Visible to the public International Conferences: Privacy and Security of Big Data, Shanghai, China, 2014

SoS Newsletter- Advanced Book Block

SoS Newsletter Logo

Privacy and Security of Big Data
Shanghai, China


The First International Workshop on Privacy and Security of Big Data was held in Shanghai, China on November 3-7, 2014 concurrently with the 2014 ACM Conference on Information and Knowledge Management.   The research work cited here was presented as part of the Big Data security workshop. 


Mário J. Silva, Pedro Rijo, Alexandre Francisco; Evaluating the Impact of Anonymization on Large Interaction Network Datasets: PSBD '14 Proceedings of the First International Workshop on Privacy and Security of Big Data, November 2014, Pages 3-10. Doi: 10.1145/2663715.2669610

Abstract: We address the publication of a large academic information dataset addressing privacy issues. We evaluate anonymization techniques achieving the intended protection, while retaining the utility of the anonymized data.

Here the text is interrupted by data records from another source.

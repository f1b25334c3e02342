"""Where the fuel's energy goes, now, by the reference and over the last month, on one scale."""

from __future__ import annotations

from collections.abc import Sequence
from dataclasses import dataclass
from math import isfinite
from typing import Any

import numpy as np
import pandas as pd

from logbook.answers.headline import headline
from logbook.book.entry import Entry
from logbook.judgement.figures import work_out
from logbook.plant.records import Plant

MONTH_DAYS = 30


@dataclass(frozen=True, slots=True)
class Rung:
    """One rung [0..1] in each of the three columns; NaN where it cannot be had."""

    name: str
    now: float
    reference: float
    month: float
    u_now: float
    note: str = ""


@dataclass(frozen=True)
class LadderAnswer:
    """The ladder of one engine."""

    engine: str
    at_utc: str
    """of the last comparable reading"""
    headline: list[str]
    rungs: list[Rung]
    """from top to bottom"""
    widths: list[tuple[str, float, float]]
    """(what lies between two rungs, now, last month) [0..1]; they add up with the brake efficiency to 1"""
    notes: list[str]


def ladder(plant: Plant, entries: Sequence[Entry], engine_id: str) -> LadderAnswer | None:
    """The ladder as of the last comparable reading; None when there is none."""
    worked = work_out(plant, entries, engine_id)
    frame = worked.frame
    comparable = frame[frame["comparable"]]
    if comparable.empty:
        return None
    row: dict[str, Any] = {str(key): value for key, value in comparable.iloc[-1].items()}
    last = pd.Timestamp(row["at_utc"])
    at = pd.to_datetime(comparable["at_utc"])
    month = comparable[at > last - pd.Timedelta(days=MONTH_DAYS)]
    energy = worked.power.energy_kwh[month.index.to_numpy()]
    # Efficiency of a period: sums first, divided last. Bound and reference are weighted with the fuel's energy.
    fuel_energy = energy / month["brake_thermal_efficiency"].to_numpy(float)

    def pooled(column: pd.Series[Any]) -> float:
        values = column.to_numpy(float)
        good = np.isfinite(values) & np.isfinite(fuel_energy)
        return float(np.average(values[good], weights=fuel_energy[good])) if good.any() else float("nan")

    sets = frame[np.isfinite(frame["ideal_cycle_efficiency"])]
    ideal = float(sets.iloc[-1]["ideal_cycle_efficiency"]) if len(sets) else float("nan")
    ideal_note = f"as of the last pressure set, {sets.iloc[-1]['at_utc'][:10]}" if len(sets) else "no pressure set yet"
    month_sets = sets[pd.to_datetime(sets["at_utc"]) > last - pd.Timedelta(days=MONTH_DAYS)]
    ideal_month = float(month_sets["ideal_cycle_efficiency"].mean()) if len(month_sets) else float("nan")
    bound, brake = float(row["reversible_bound_ambient"]), float(row["brake_thermal_efficiency"])
    expected = brake + float(row["excess_gap"])
    month_bound, month_brake = pooled(month["reversible_bound_ambient"]), pooled(month["brake_thermal_efficiency"])
    rungs = [
        Rung("all fuel energy (LCV)", 1.0, 1.0, 1.0, 0.0),
        Rung(
            "reversible bound", bound, bound, month_bound, float("nan"),
            f"{_k(row['combustion_temperature_k'])} ({row['combustion_temperature_method']}) to"
            f" {_k(row['ambient_temperature_k'])}",
        ),
        Rung("ideal cycle", ideal, float("nan"), ideal_month, float("nan"), ideal_note),
        Rung("brake", brake, expected, month_brake, float(row["u_brake_thermal_efficiency"])),
    ]  # fmt: skip
    widths = _widths(bound, ideal, brake, month_bound, ideal_month, month_brake)
    notes = [
        "The bound comes from two temperatures; the combustion temperature is assumed, not logged.",
        "The gap is not recoverable loss and is no promise of saving.",
    ]
    exhaust = float(row["reversible_bound_exhaust"])
    if isfinite(exhaust):
        notes.insert(
            0, f"Second bound, to the exhaust {worked.engine.exhaust_at}: {100 * exhaust:.1f} % (outside the sum)."
        )
    return LadderAnswer(engine_id, str(row["at_utc"]), headline(row), rungs, widths, notes)


def _k(value: Any) -> str:
    return f"{float(value):.0f} K" if isfinite(float(value)) else "-"


def _widths(
    bound: float, ideal: float, brake: float, month_bound: float, month_ideal: float, month_brake: float
) -> list[tuple[str, float, float]]:
    """Now and last month. Without an ideal cycle the two widths it divides are one."""
    rows = [("second law, unavoidable between these temperatures", 1 - bound, 1 - month_bound)]
    if isfinite(ideal):
        rows.append(("cycle", bound - ideal, month_bound - month_ideal))
        rows.append(("cylinder and mechanical together", ideal - brake, month_ideal - month_brake))
    else:
        rows.append(("cycle, cylinder and mechanical together", bound - brake, month_bound - month_brake))
    rows.append(("brake, to the shaft", brake, month_brake))
    return rows
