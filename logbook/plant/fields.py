"""Taking values out of a TOML table: every fault is noted with its line, none stops the reading."""

from __future__ import annotations

import difflib
from collections.abc import Iterable, Mapping, Sequence
from dataclasses import dataclass, field
from typing import Any

from logbook.plant.toml_lines import Path, line_of


@dataclass(frozen=True, slots=True)
class Fault:
    """One thing that is wrong in plant.toml."""

    line: int
    key: str
    found: str
    expected: str
    suggestion: str = ""

    def sentence(self) -> str:
        said = f"line {self.line}: {self.key}: found {self.found}; expected {self.expected}."
        return f"{said} {self.suggestion}" if self.suggestion else said


@dataclass
class Faults:
    """The faults of one file, in the order they were met."""

    lines: Mapping[Path, int]
    found: list[Fault] = field(default_factory=list)

    def note(self, path: Path, found: str, expected: str, suggestion: str = "") -> None:
        self.found.append(Fault(line_of(dict(self.lines), path), dotted(path), found, expected, suggestion))


def dotted(path: Path) -> str:
    """`engine[1].trial[2].sfoc_g_kwh`: arrays counted from 1, as a person counts."""
    text = ""
    for part in path:
        text += f"[{part + 1}]" if isinstance(part, int) else (f".{part}" if text else part)
    return text or "plant.toml"


def shown(value: Any) -> str:
    """A value as it may stand in a sentence."""
    text = repr(value)
    return text if len(text) <= 60 else f"{text[:57]}..."


class Table:
    """One table of the file. What is not asked for by `done()` is a key that nobody knows."""

    def __init__(self, content: Mapping[str, Any], path: Path, faults: Faults) -> None:
        self.content = content
        self.path = path
        self.faults = faults
        self.asked: set[str] = set()

    def _get(self, key: str, required: str) -> Any:
        self.asked.add(key)
        if key not in self.content:
            if required:
                self.faults.note((*self.path, key), "nothing", required)
            return None
        return self.content[key]

    def note(self, key: str, expected: str, suggestion: str = "") -> None:
        """The value of `key` is not what is expected."""
        self.faults.note((*self.path, key), shown(self.content.get(key)), expected, suggestion)

    def text(self, key: str, default: str = "", *, required: str = "") -> str:
        value = self._get(key, required)
        if value is None:
            return default
        if not isinstance(value, str) or not value.isprintable():
            self.note(key, required or "a text on one line")
            return default
        return value

    def word(self, key: str, allowed: Sequence[str], default: str = "", *, required: bool = False) -> str:
        """One of the allowed words."""
        expected = f"one of {', '.join(map(repr, allowed))}"
        value = self._get(key, expected if required else "")
        if value is None:
            return default
        if value not in allowed:
            near = difflib.get_close_matches(str(value), allowed, n=1)
            self.note(key, expected, f"Did you mean {near[0]!r}?" if near else "")
            return default
        return str(value)

    def flag(self, key: str, default: bool = False) -> bool:
        value = self._get(key, "")
        if value is None:
            return default
        if not isinstance(value, bool):
            self.note(key, "true or false")
            return default
        return value

    def number(
        self,
        key: str,
        default: float | None = None,
        *,
        least: float,
        greatest: float,
        unit: str = "",
        required: bool = False,
    ) -> float | None:
        """A number within what is possible at all (both ends included)."""
        expected = f"a number from {least:g} to {greatest:g}{f' {unit}' if unit else ''}"
        value = self._get(key, expected if required else "")
        if value is None:
            return default
        if isinstance(value, bool) or not isinstance(value, int | float) or not least <= value <= greatest:
            self.note(key, expected)
            return default
        return float(value)

    def must(self, key: str, *, least: float, greatest: float, unit: str = "") -> float:
        """A number that has to be there; NaN (and a fault) where it is not."""
        value = self.number(key, least=least, greatest=greatest, unit=unit, required=True)
        return float("nan") if value is None else value

    def whole(
        self, key: str, default: int | None = None, *, least: int, greatest: int, required: bool = False
    ) -> int | None:
        expected = f"a whole number from {least} to {greatest}"
        value = self._get(key, expected if required else "")
        if value is None:
            return default
        if isinstance(value, bool) or not isinstance(value, int) or not least <= value <= greatest:
            self.note(key, expected)
            return default
        return value

    def numbers(self, key: str, *, least: float, greatest: float, required: bool = False) -> tuple[float, ...]:
        """A list of numbers within what is possible; empty where it is not there."""
        expected = f"a list of numbers from {least:g} to {greatest:g}, e.g. [50, 75, 100]"
        value = self._get(key, expected if required else "")
        if value is None:
            return ()
        good = isinstance(value, list) and all(
            isinstance(item, int | float) and not isinstance(item, bool) and least <= item <= greatest for item in value
        )
        if not good:
            self.note(key, expected)
            return ()
        return tuple(map(float, value))

    def texts(self, key: str, *, required: str = "") -> tuple[str, ...]:
        """A list of texts; empty where it is not there."""
        value = self._get(key, required)
        if value is None:
            return ()
        if not isinstance(value, list) or not all(isinstance(item, str) and item.isprintable() for item in value):
            self.note(key, required or "a list of texts")
            return ()
        return tuple(value)

    def has(self, key: str) -> bool:
        return key in self.content

    def raw(self, key: str) -> Any:
        """The value as it is; the caller notes what is wrong with it."""
        return self._get(key, "")

    def table(self, key: str) -> Table | None:
        """A table inside this one; None where it is not there."""
        value = self._get(key, "")
        if value is None:
            return None
        if not isinstance(value, Mapping):
            self.note(key, f"a table: write [{dotted((*self.path, key))}] on a line of its own")
            return None
        return Table(value, (*self.path, key), self.faults)

    def tables(self, key: str) -> list[Table]:
        """An array of tables inside this one."""
        value = self._get(key, "")
        if value is None:
            return []
        if not isinstance(value, list) or not all(isinstance(item, Mapping) for item in value):
            self.note(key, f"tables: write [[{dotted((*self.path, key))}]] above each")
            return []
        return [Table(item, (*self.path, key, index), self.faults) for index, item in enumerate(value)]

    def done(self, also: Iterable[str] = ()) -> None:
        """Everything has been asked for: what is left is misspelt or belongs elsewhere."""
        known = sorted(self.asked | set(also))
        for key in self.content:
            if key not in known:
                near = difflib.get_close_matches(key, known, n=1, cutoff=0.6)
                self.faults.note(
                    (*self.path, key),
                    f"the key '{key}'",
                    f"one of {', '.join(known)}" if len(known) <= 12 else "a key of this table (see `logbook new`)",
                    f"Did you mean '{near[0]}'?" if near else "",
                )
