"""Numbers as people type them: decimal comma or point, thousands blanks, digits counted."""

from __future__ import annotations

import math
import re
from dataclasses import dataclass

_BLANKS = " \u00a0\u2009\u202f'\u2019"
_NUMBER = re.compile(
    rf"(?P<sign>[+\-\u2212]?)"
    rf"(?P<body>[0-9]{{1,3}}(?:[{_BLANKS}][0-9]{{3}})+(?![0-9])(?:[.,][0-9]+)?|[0-9]+(?:[.,][0-9]+)*|[.,][0-9]+)"
    rf"(?P<exponent>[eE][+\-]?[0-9]{{1,3}}(?![0-9A-Za-z]))?"
)
_NOT_A_DIGIT = re.compile(f"[{_BLANKS}]")


@dataclass(frozen=True, slots=True)
class Number:
    """A number, and how it was typed."""

    value: float
    digits: int
    """significant digits typed: 340 has three, 0.50 two"""
    other: float | None = None
    """what it would be if its one comma or point parted thousands: 12,345 is 12.345 or 12 345"""


def split_number(text: str, decimal: str = "") -> tuple[Number, str] | None:
    """The number at the head of `text` and what follows it; None where there is none, or none that is finite.

    Comma and point are both decimal. `decimal` says which of them the writer uses, where that is known: then
    `12.345` from a writer of points is not asked about.
    """
    match = _NUMBER.match(text)
    if match is None:
        return None
    body = _NOT_A_DIGIT.sub("", match["body"])
    marks = [sign for sign in body if sign in ",."]
    groups = re.split("[.,]", body)
    parted_by_blanks = len(body) < len(match["body"])
    doubtful = False
    if len(marks) > 1:
        # 1.234.567,8 and 1,234,567: all marks but a different last one part thousands.
        last_is_decimal = marks[-1] != marks[0]
        thousands = groups[1:-1] if last_is_decimal else groups[1:]
        if len(set(marks[:-1])) > 1 or not 1 <= len(groups[0]) <= 3 or any(len(group) != 3 for group in thousands):
            return None
        whole = "".join(groups[:-1] if last_is_decimal else groups)
        part = groups[-1] if last_is_decimal else ""
    else:
        whole, part = groups[0], groups[1] if marks else ""
        doubtful = (
            len(part) == 3
            and 1 <= len(whole) <= 3
            and whole[0] != "0"
            and marks[0] != decimal
            and not parted_by_blanks
            and not match["exponent"]
        )
    sign = "-" if match["sign"] in ("-", "\u2212") and match["sign"] else ""
    value = float(f"{sign}{whole or '0'}.{part or '0'}{match['exponent'] or ''}")
    if not math.isfinite(value):
        return None
    # 0.00 has no significant digit; the places written still say how finely it was read.
    digits = len((whole + part).lstrip("0")) or len(part) + 1
    other = float(f"{sign}{whole}{part}") if doubtful else None
    return Number(value, digits, other), text[match.end() :]
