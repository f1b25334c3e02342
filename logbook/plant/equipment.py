"""The tables of plant.toml beside the engines: meters, tanks, fuels, people, marks and points of the plant's own."""

from __future__ import annotations

import re
from collections.abc import Sequence

from logbook.plant.catalogue import WALK_GROUPS, ReadingDefinition, Span, catalogue, parse_span
from logbook.plant.fields import Table
from logbook.plant.parts import read_counter, short_id
from logbook.plant.records import METER_KINDS, RIGHTS, Fuel, Marks, Meter, Person, Tank

METER_UNITS = {
    "fuel_meter_supply": ("L", "m3", "kg", "t"),
    "fuel_meter_return": ("L", "m3", "kg", "t"),
    "boiler_fuel_meter": ("L", "m3", "kg", "t"),
    "gas_meter": ("Nm3", "Sm3", "m3", "kg"),
    "exported_energy": ("kWh", "MWh"),
}
TANK_USES = ("storage", "settling", "service", "day", "oil")
FUEL_KINDS = ("residual", "distillate", "gas", "other")
POINT_PER = ("engine", "cylinder", "turbocharger", "cooler", "bearing", "generator", "plant", "ship")
POINT_KINDS = ("gauge", "counter", "state", "level")
PRESSURE_REFERENCES = ("gauge", "absolute", "differential")
_POINT_KEY = re.compile(r"[a-z][a-z0-9_]{0,63}")


def read_meter(table: Table, engines: Sequence[str]) -> Meter:
    meter_id = short_id(table)
    key = table.word("key", METER_KINDS, METER_KINDS[0], required=True)
    of_fuel = key not in ("exported_energy", "boiler_fuel_meter")
    return Meter(
        id=meter_id,
        key=key,
        serves=_serves(table, engines, required=of_fuel),
        unit=table.word("unit", METER_UNITS[key], METER_UNITS[key][0], required=True),
        counter=read_counter(table),
        accuracy_percent=table.number("accuracy_percent", 0.5, least=0.01, greatest=20, unit="%"),
        rated_rate_per_h=table.number("rated_rate_per_h", least=0.001, greatest=1e7),
        temperature=_temperature(table),
        serial=table.text("serial"),
    )


def _serves(table: Table, engines: Sequence[str], *, required: bool) -> tuple[str, ...]:
    example = f'the engines it serves, e.g. ["{engines[0] if engines else "ME"}"]'
    return table.words("serves", engines, what="engines of this plant", required=example if required else "")


def _temperature(table: Table) -> str:
    """`read`, a fixed number of degC as text, or empty."""
    if isinstance(table.raw("temperature"), int | float):
        fixed = table.number("temperature", least=-30, greatest=200, unit="degC")
        return "" if fixed is None else f"{fixed:g}"
    if table.has("temperature") and table.content["temperature"] != "read":
        table.note("temperature", '"read", or a fixed number of degC')
        return ""
    return "read" if table.has("temperature") else ""


def read_tank(table: Table, engines: Sequence[str]) -> Tank:
    tank_id = short_id(table)
    if tank_id == "plant" or tank_id in engines:
        table.note("id", "an id that no engine has, and not `plant`: the book tells them apart by it")
    return Tank(
        id=tank_id,
        name=table.text("name", tank_id),
        use=table.word("use", TANK_USES, "storage", required=True),
        volume_m3=table.must("volume_m3", least=0.01, greatest=1e5, unit="m3"),
        serves=_serves(table, engines, required=False),
        mixing_hours=table.number("mixing_hours", 24.0, least=0, greatest=240, unit="h"),
    )


def read_fuel(table: Table) -> Fuel:
    kind = table.word("kind", FUEL_KINDS, "residual", required=True)
    fuel = Fuel(
        grade=table.text("grade", required="the grade, as on the delivery note"),
        kind=kind,
        lower_calorific_value_mj_kg=table.number("lower_calorific_value_mj_kg", least=5, greatest=130, unit="MJ/kg"),
        density15_kg_m3=table.number("density15_kg_m3", least=600, greatest=1100, unit="kg/m3"),
        lower_calorific_value_mj_m3=table.number("lower_calorific_value_mj_m3", least=1, greatest=120, unit="MJ/m3"),
        gas_condition=table.word("gas_condition", ("Nm3", "Sm3"), "Nm3"),
        carbon_factor=table.number("carbon_factor", least=0, greatest=4, unit="t CO2 per t of fuel"),
        price_per_t=table.number("price_per_t", least=0, greatest=1e5),
    )
    if fuel.lower_calorific_value_mj_m3 is not None and kind not in ("gas", "other"):
        table.note("lower_calorific_value_mj_m3", 'kind = "gas" beside it; a liquid has lower_calorific_value_mj_kg')
    return fuel


def read_person(table: Table) -> Person:
    return Person(
        id=short_id(table),
        name=table.text("name", required="the person's name"),
        rank=table.text("rank"),
        rights=table.words("rights", RIGHTS, what="rights") or ("read", "enter"),
        account=table.text("account"),
    )


def read_marks(table: Table | None) -> Marks:
    if table is None:
        return Marks()
    return Marks(
        excess_points=table.number("excess_points", least=0.01, greatest=30, unit="points"),
        sfoc_deviation=table.number("sfoc_deviation", least=0.0001, greatest=1, unit="as a fraction: 0.02 is 2 %"),
    )


def read_point(table: Table) -> ReadingDefinition:
    """A point of the plant's own."""
    key = table.text("key", required="a key of its own, small letters and _")
    if key and (not _POINT_KEY.fullmatch(key) or key in catalogue()):
        table.note("key", "small letters, digits and _, and no key of the catalogue")
    label = table.text("label", key)
    families = sorted({point.family for point in catalogue().values()})
    family = table.word("family", families, "number", required=True)
    span = _span(table)
    return ReadingDefinition(
        key=key,
        label=label,
        label_four_stroke="",
        abbreviation=table.text("abbreviation", label[:10]),
        abbreviation_four_stroke="",
        unit=_unit(table, family),
        family=family,
        per=table.word("per", POINT_PER, "engine"),
        kind=table.word("kind", POINT_KINDS, "gauge"),
        pressure_reference=table.word(
            "pressure_reference", PRESSURE_REFERENCES, required=family in ("pressure", "small pressure")
        ),
        spans=dict.fromkeys(("two-stroke", "four-stroke", "gas"), span) if span else {},
        uncertainty="",
        walk=table.word("walk", WALK_GROUPS, "aux"),
    )


def _unit(table: Table, family: str) -> str:
    """The unit in which the point is kept: one of its family, else the family's own."""
    # The unit lists are read for plants with points of their own only.
    from logbook.plant.units import spellings_of

    known = spellings_of(family)
    own = next((point.unit for point in catalogue().values() if point.family == family), "-")
    unit = table.text("unit", own)
    if known and unit not in (*known, own):
        table.word("unit", sorted({own, *known}))
    return unit


def _span(table: Table) -> Span | None:
    text = table.text("span")
    expected = "a span from least to greatest, like 15..250"
    try:
        span = parse_span(text)
    except ValueError:
        table.note("span", expected)
        return None
    if span is not None and span.least >= span.greatest:
        table.note("span", expected)
    return span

The released data could help infer behaviors and subsequently find solutions for daily planning activities, such as cafeteria attendance, cleaning schedules or student performance, or study interaction patterns among an academic population. However, the nature of the academic data is such that many implicit social interaction networks can be derived from the anonymized datasets, raising the need for researching how anonymity can be assessed in this setting.

Keywords: academic data publishing, interaction network inference, privacy of big data, privacy-preserving data publishing   (ID#:15-3937)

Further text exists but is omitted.